Perka odruchowo zamruczała na taką pieszczotę.
- Już mówiłam… moją przyjaciółką… bliską. - Zosia czuła jak piersi drugiej czarownicy ocierają się o jej ciało i nie potrafiła być na to obojętna. - Czy zrobiłabyś jej instruktaż jak tego używać… mogę porobić za manekina.
- Bywa.. zazdrosna o ciebie? - Kinga bezczelnie przesunęła językiem po szyi Zosi, gdy malarka zerkała na elektroniczne zabawki, czerwieniąc się bardziej.- Nie wiem czym… się odważyła.
- Lubię gdy na mnie patrzy… i z tego co wiem.. jej też sprawia to nieco radości. - Perka uśmiechnęła się ciepło do Wilgi, mrugając do niej porozumiewawczo. Potem zwróciła się znów do KIngi. - No… mam ochotę zrobić tu nieco zakupów, co masz ochotę mi wcisnąć.
- Hmm… zależy gdzie będę wciskała…- odparła lubieżnie Kinga sięgając palcami między pośladki iwodząc opuszkami znacząco.- Dawno cię tu nie było. Więc…- zwróciła się do Jagody.- Zosia mówi, że mam zrobić ci instruktaż na temat używania niektórych zabawek.
Jakie chcecie?-
Malarka spiekła raka nerwowo poprawiając okulary
- Jjja… nie wim…- pisnęła niewyraźnie.
- Na pewno te jajeczka, kajdanki… - Perka bez cienia zawahania wymieniła gadżety. - Ach miałaś takie urocze przypinki na piersi… i tamte kostiumy były cudowne. Chyba kojarzę jakiś pokojówki, prawda?
- Mam całe zestawy moja droga. Sprzedaję je do klubów ze striptizem.- zamruczała Kinga mocniej napierając biustem na dekolt Zosi. - Pokojówki, księżniczki… do wyboru do koloru.
Puściła przyjaciółkę i odsunęła się.- Chyba będę musiała zamknąc na razie sklep, by nikt nam nie przeszkadzał.
- Mamy tylko godzinę. - Zosia zaczekała aż Kinga zamknie sklep i zerknęła na Wilgę. - Nie masz nic przeciwko?
- Nie wiem co planujesz…- wymruczała cicho Jagoda i wzruszyła ramionami.- Ale pewnie będzie to coś lubieżnego, prawda?
- Zapewnić ci ładny pokaz.. i tak będzie lubieżny. - Zosia uśmiechnęła się do malarki.
- Tooo od czego zaczynamy? I jaka będzie forma zapłaty?- zapytała lubieżnym tonem Kinga podchodząc do obu czarownic, przesadnie zmysłowym krokiem. Jej biodra bujały się hipnotycznie.

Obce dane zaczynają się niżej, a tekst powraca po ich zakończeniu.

// Stage: the decay of the swing, amplitude against time, and the damping fitted to it (damping.ts).
import { fitDamping, type DampingResult } from '../damping.ts';
import { decayBound, type DecayBound } from '../decay-bound.ts';
import type { SequencedPasses } from '../passes.ts';
import { batchMeansStdError, median } from '../stats.ts';

/** Amplitudes in time order, their median, and the damping fit with the scatter of Q. */
export interface Decay {
  /** Pass times (s) and amplitudes (rad) of the passes that have an amplitude. */
  readonly t: number[];
  readonly amplitude: number[];
  /** Median amplitude (rad; NaN without amplitudes). */
  readonly median: number;
  readonly damping: DampingResult | null;
  /** Standard uncertainty of Q from the scatter of the windows' Q, scaled to the fitted Q (null with < 3 windows). */
  readonly Q_u: number | null;
  /** The run's bound on Q when it shows no measurable decay (then `damping` is null); null otherwise. */
  readonly bound: DecayBound | null;
}

/** The decay stage; T0 (s) converts the loss rate to Q. */
export function decayOf(p: SequencedPasses, amp: ArrayLike<number>, T0: number | null): Decay {
  const t: number[] = [];
  const amplitude: number[] = [];
  for (let c = 0; c < p.t.length; c++) if (Number.isFinite(amp[c]!)) t.push(p.t[c]!), amplitude.push(amp[c]!);
  const med = amplitude.length ? median(amplitude) : NaN;
  // A fit to amplitudes that do not fall gives a Q of noise (10⁶ … 10¹⁸ on an undamped run): the bound instead.
  const bound = T0 !== null && amplitude.length >= 40 ? decayBound(t, amplitude, T0) : null;
  const damping = T0 !== null && amplitude.length && (!bound || bound.measurable) ? fitDamping(t, amplitude, T0, med) : null;
  let Q_u: number | null = null;
  if (damping && T0 !== null) {
    const qs = damping.windows.map((w) => (Math.PI * w.amplitude) / (T0 * w.rate)).filter((x) => Number.isFinite(x) && x > 0);
    Q_u = qs.length > 2 ? batchMeansStdError(qs) * (damping.Q / Math.max(median(qs), 1e-300)) : null;
  }
  return { t, amplitude, median: med, damping, Q_u, bound: damping ? null : bound };
}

- Oferuję, że będę manekinem, a ty jeszcze pytasz o zapłatę. - Perka pokazała jej język. - Kupię zabawki, które na mnie zaprezentujesz, co ty na to?

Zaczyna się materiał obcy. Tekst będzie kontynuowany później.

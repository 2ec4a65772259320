// Stage: what the analysis warns about, from the outputs of the other stages, in a fixed order.
import type { Rig } from '../../../protocol/rig.ts';
import { decayBound } from '../decay-bound.ts';
import type { GateOffset } from '../gate-offset.ts';
import type { ClockApplied, SequencedPasses } from '../passes.ts';
import type { PeriodLawFit } from '../period-law.ts';
import type { Budget } from './budget.ts';
import type { Corrected } from './corrections.ts';
import type { Decay } from './decay.ts';
import type { Periods } from './periods.ts';
import type { Reduction } from './reduction.ts';
import { WARN, type GateSide, type Warning } from '../warning.ts';

/** The stage outputs the warnings look at. */
export interface WarningInput {
  readonly rig: Rig | null;
  readonly passes: SequencedPasses;
  readonly periods: Periods;
  readonly reduction: Reduction;
  readonly T0: number | null;
  readonly decay: Decay;
  readonly law: PeriodLawFit | null;
  readonly gate: GateOffset | null;
  readonly corrected: Corrected;
  readonly budget: Budget;
  readonly clock: ClockApplied;
  /** What the gate offset's sign is relative to (null: the run joined mid-swing). */
  readonly gateSide: GateSide;
}

/** Valid passes that are not slow yet have no amplitude: with the right w and L there are none. */
function fastWithoutAmplitude(w: WarningInput): number {
  const { passes: p, periods: per, reduction: red } = w;
  let n = 0;
  for (let c = 0; c < p.t.length; c++) if (p.index[c]! >= 0 && !per.slow[c] && !Number.isFinite(red.amp[c]!)) n++;
  return n;
}

function passWarnings(w: WarningInput): Warning[] {
  const { rig, periods: per, reduction: red, T0 } = w;
  const out: Warning[] = [];
  if (per.slowCount > 0) out.push({ kind: 'passes-slow', count: per.slowCount });
  if (red.T0mean !== null && !rig) out.push({ kind: 'no-rig' });
  if (red.clipped > 0) out.push({ kind: 'periods-clipped', count: red.clipped });
  if (T0 === null) out.push({ kind: per.validCount === 0 ? 'no-valid-passes' : 'no-full-period' });
  const withAmp = w.decay.amplitude.length;
  if (rig && T0 !== null && per.validCount > 0 && withAmp < per.validCount)
    out.push({ kind: 'passes-without-amplitude', count: per.validCount - withAmp, well_clear: fastWithoutAmplitude(w) });
  return out;
}

/** Passes with an amplitude a damping fit needs. */
const DAMPING_MIN_PASSES = 40;

/** Why there is no damping fit: too few amplitudes, or (with enough) no measurable decay, with the Q it rules out. */
function noDampingWarning(t: readonly number[], a: readonly number[], T0: number): Warning {
  const bound = a.length >= DAMPING_MIN_PASSES ? decayBound(t, a, T0) : null;
  if (!bound) return { kind: 'damping-too-few', count: a.length, needed: DAMPING_MIN_PASSES };
  const deg = (x: number): number => (x * 180) / Math.PI;
  return { kind: 'no-measurable-decay', amplitude_min_deg: deg(bound.aMin), amplitude_max_deg: deg(bound.aMax), q_lower: Number.isFinite(bound.qLower) ? bound.qLower : null };
}

function gateWarnings(w: WarningInput): Warning[] {
  const { gate } = w;
  if (!gate) return [];
  const out: Warning[] = [];
  if (gate.alignedSegments > 0) out.push({ kind: 'gate-segments-aligned', segments: gate.alignedSegments });
  const x = Math.abs(gate.offset_m);
  if (x > WARN.gateOffset_m && x > 2 * gate.offset_u_m) out.push({ kind: 'gate-offset', offset_m: gate.offset_m, u_m: gate.offset_u_m, side: w.gateSide });
  return out;
}

function fitWarnings(w: WarningInput): Warning[] {
  const { rig, T0, law } = w;
  const out: Warning[] = [];
  if (T0 !== null && rig && !w.decay.damping) out.push(noDampingWarning(w.decay.t, w.decay.amplitude, T0));
  if (T0 !== null && rig && !law) out.push({ kind: 'period-law-unfit' });
  else if (law && law.C === null) out.push({ kind: 'c-held' });
  return [...out, ...gateWarnings(w)];
}

function gravityWarnings(w: WarningInput): Warning[] {
  const { rig, clock } = w;
  const { g } = w.corrected;
  const gU = w.budget.g_u;
  const out: Warning[] = [];
  if (rig && rig.latitude_deg !== undefined && rig.elevation_m === undefined) out.push({ kind: 'no-elevation' });
  if (clock.source === 'nominal' && g !== null) out.push({ kind: 'clock-nominal', u_ppm: clock.u_ppm });
  const clockRow = w.budget.rows.find((b) => b.id === 'clock');
  if (clock.measured && clockRow && gU !== null && g !== null && clockRow.u_rel_g > WARN.clockShareOfU * (gU / g))
    out.push({ kind: 'clock-not-negligible', u_rel_clock: clockRow.u_rel_g, u_rel_g: gU / g });
  return out;
}

/** The warnings stage. */
export function analysisWarnings(w: WarningInput): Warning[] {
  return [...passWarnings(w), ...fitWarnings(w), ...gravityWarnings(w)];
}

- No wiesz… przecież przyjemność będzie po twojej stronie. - odparła figlarnie Kinga otwierając gablotę.- Wybierz swój rozmiar.

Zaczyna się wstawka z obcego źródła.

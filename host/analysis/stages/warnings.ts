// Stage: what the analysis warns about, from the outputs of the other stages, in a fixed order.
import type { Rig } from '../../../protocol/rig.ts';
import { decayBound } from '../decay-bound.ts';
import type { GateOffset } from '../gate-offset.ts';
import type { ClockApplied, SequencedPasses } from '../passes.ts';
import type { PeriodLawFit } from '../period-law.ts';
import type { Budget } from './budget.ts';
import type { Corrected } from './corrections.ts';
import type { Decay } from './decay.ts';
import type { Periods } from './periods.ts';
import type { Reduction } from './reduction.ts';

/** The stage outputs the warnings look at. */
export interface WarningInput {
  readonly rig: Rig | null;
  readonly passes: SequencedPasses;
  readonly periods: Periods;
  readonly reduction: Reduction;
  readonly T0: number | null;
  readonly decay: Decay;
  readonly law: PeriodLawFit | null;
  readonly gate: GateOffset | null;
  readonly corrected: Corrected;
  readonly budget: Budget;
  readonly clock: ClockApplied;
}

/** Valid passes that are not slow yet have no amplitude: with the right w and L there are none. */
function fastWithoutAmplitude(w: WarningInput): number {
  const { passes: p, periods: per, reduction: red } = w;
  let n = 0;
  for (let c = 0; c < p.t.length; c++) if (p.index[c]! >= 0 && !per.slow[c] && !Number.isFinite(red.amp[c]!)) n++;
  return n;
}

function passWarnings(w: WarningInput): string[] {
  const { rig, periods: per, reduction: red, T0 } = w;
  const out: string[] = [];
  if (per.slowCount > 0) out.push(`${per.slowCount} pass(es) barely cleared the beam (transit over a third of the half-period): used for amplitudes only`);
  if (red.T0mean !== null && !rig) out.push('no rig description: amplitudes, the reduction to zero amplitude and g are not available (give --rig FILE)');
  if (red.clipped > 0) out.push(`${red.clipped} period(s) far from the rest were left out of the mean of periods`);
  if (T0 === null) out.push(per.validCount === 0 ? 'no valid passes: nothing to analyse' : 'fewer than three passes in a row: no full period yet');
  const withAmp = w.decay.amplitude.length;
  if (rig && T0 !== null && per.validCount > 0 && withAmp < per.validCount) {
    const fastMissing = fastWithoutAmplitude(w);
    out.push(
      `${per.validCount - withAmp} pass(es) had a transit longer than a swing that just clears the beam would give: no amplitude for them` +
        (fastMissing > 0 ? ` (${fastMissing} of them well clear of the beam: check flag_width_m and length_m)` : ' (the swing was dying out)'),
    );
  }
  return out;
}

/** Why there is no damping fit: too few amplitudes, or (with enough) no measurable decay, with the Q it rules out. */
function noDampingWarning(t: readonly number[], a: readonly number[], T0: number): string {
  const bound = a.length >= 40 ? decayBound(t, a, T0) : null;
  if (!bound) return `too few swings to fit the damping (needs ≥ 40 passes with an amplitude, had ${a.length})`;
  const deg = (x: number): string => ((x * 180) / Math.PI).toFixed(2);
  const q = Number.isFinite(bound.qLower) ? `Q > ${bound.qLower.toPrecision(2)} (two standard uncertainties)` : 'Q unbounded';
  return `no measurable decay over the run (amplitude ${deg(bound.aMin)}° to ${deg(bound.aMax)}°): ${q}; a longer run shows the damping`;
}

function fitWarnings(w: WarningInput): string[] {
  const { rig, T0, law, gate } = w;
  const out: string[] = [];
  if (T0 !== null && rig && !w.decay.damping) out.push(noDampingWarning(w.decay.t, w.decay.amplitude, T0));
  if (T0 !== null && rig && !law) out.push('too few periods or too narrow an amplitude range to fit T = T0(1 + Bθ0² + Cθ0⁴) (B would be uncertain by > 30 %)');
  else if (law && law.C === null) out.push('C is held at 11/3072: the amplitudes do not reach 20°, or do not pin C down (θ0⁴ cannot be told from θ0² there)');
  if (gate && gate.alignedSegments > 0) out.push(`gate offset: the side of ${gate.alignedSegments} later segment(s) was matched to the first (passes between segments are not known)`);
  return out;
}

function gravityWarnings(w: WarningInput): string[] {
  const { rig, clock } = w;
  const { g } = w.corrected;
  const gU = w.budget.g_u;
  const out: string[] = [];
  if (rig && rig.latitude_deg !== undefined && rig.elevation_m === undefined) out.push('expected g assumes elevation 0 m (the rig gives no elevation_m)');
  if (clock.source === 'nominal' && g !== null) out.push(`g uses the nominal device clock (±${clock.u_ppm.toFixed(0)} ppm assumed): its uncertainty is dominated by the clock`);
  const clockRow = w.budget.rows.find((b) => b.id === 'clock');
  if (clock.measured && clockRow && gU !== null && g !== null && clockRow.u_rel_g > 0.5 * (gU / g))
    out.push('the clock calibration is too uncertain to be negligible: record longer, or give --clock pps / --clock <ppm>');
  return out;
}

/** The warnings stage. */
export function analysisWarnings(w: WarningInput): string[] {
  return [...passWarnings(w), ...fitWarnings(w), ...gravityWarnings(w)];
}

Perka wybrała jedno z większych jajeczek i podała je sklepikarce.
- Zacznijmy od zdjęcia spódniczki.- stwierdziła z uśmiechem Kinga, sama szukając baterii, do pilota pod ladą i zabrała się za jej wkładanie. Wilga była trochę… speszona sytuacją i tylko się przyglądała.
Zosia zdjęła marynarkę i zsunęła spódnicę odkładając je na jednym z obitych skórą czerwonych foteli. Przeciągnęła się zmysłowo przed Jagodą stojąc jedynie w gorsecie, kabaretkach i butach na obcasie. Czuła na sobie jej pożądliwy wzrok, tak jak i lubieżne spojrzenia Kingi. Wiedziała, że prowokuje je obie. Wiedziała też, że Kinga poddawana takiej “presji” w końcu pęknie i ujawni swoją drapieżną naturą i po prostu wykorzysta Zosię w bardzo namiętnym akcie seksualnym, nie dbając o widzów.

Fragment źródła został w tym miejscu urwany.